Aim of the exercise: Your reply must contain exactly the lines running from the one with "o.heartbeat = std::chrono::milliseconds(rig.heartbeat_ms);" to the last line of the entries below, both included, and no other lines.
________________________________________
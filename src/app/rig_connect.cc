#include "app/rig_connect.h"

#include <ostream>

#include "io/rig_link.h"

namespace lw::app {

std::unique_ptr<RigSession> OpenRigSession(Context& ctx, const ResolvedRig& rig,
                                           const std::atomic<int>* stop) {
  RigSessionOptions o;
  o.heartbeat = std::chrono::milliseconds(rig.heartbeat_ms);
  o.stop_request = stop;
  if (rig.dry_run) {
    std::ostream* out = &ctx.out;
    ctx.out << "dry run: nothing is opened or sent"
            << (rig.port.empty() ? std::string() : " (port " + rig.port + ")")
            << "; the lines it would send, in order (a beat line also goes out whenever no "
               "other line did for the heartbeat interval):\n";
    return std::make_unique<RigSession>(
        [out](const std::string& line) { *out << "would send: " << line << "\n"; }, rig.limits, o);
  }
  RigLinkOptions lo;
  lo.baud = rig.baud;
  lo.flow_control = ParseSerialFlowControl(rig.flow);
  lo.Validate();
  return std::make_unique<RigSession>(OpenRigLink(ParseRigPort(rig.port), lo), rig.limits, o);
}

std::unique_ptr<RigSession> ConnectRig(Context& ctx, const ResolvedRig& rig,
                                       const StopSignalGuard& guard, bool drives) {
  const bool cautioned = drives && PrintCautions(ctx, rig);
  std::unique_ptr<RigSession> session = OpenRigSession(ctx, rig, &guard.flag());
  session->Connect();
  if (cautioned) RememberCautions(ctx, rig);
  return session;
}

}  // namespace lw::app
________________________________________
Expected answer:
  o.heartbeat = std::chrono::milliseconds(rig.heartbeat_ms);
  o.stop_request = stop;
  if (rig.dry_run) {
    std::ostream* out = &ctx.out;
    ctx.out << "dry run: nothing is opened or sent"
            << (rig.port.empty() ? std::string() : " (port " + rig.port + ")")
            << "; the lines it would send, in order (a beat line also goes out whenever no "
               "other line did for the heartbeat interval):\n";
    return std::make_unique<RigSession>(
        [out](const std::string& line) { *out << "would send: " << line << "\n"; }, rig.limits, o);
  }
  RigLinkOptions lo;
  lo.baud = rig.baud;
  lo.flow_control = ParseSerialFlowControl(rig.flow);
  lo.Validate();
  return std::make_unique<RigSession>(OpenRigLink(ParseRigPort(rig.port), lo), rig.limits, o);
}

std::unique_ptr<RigSession> ConnectRig(Context& ctx, const ResolvedRig& rig,
                                       const StopSignalGuard& guard, bool drives) {
  const bool cautioned = drives && PrintCautions(ctx, rig);
  std::unique_ptr<RigSession> session = OpenRigSession(ctx, rig, &guard.flag());
  session->Connect();
  if (cautioned) RememberCautions(ctx, rig);
  return session;
}

}  // namespace lw::app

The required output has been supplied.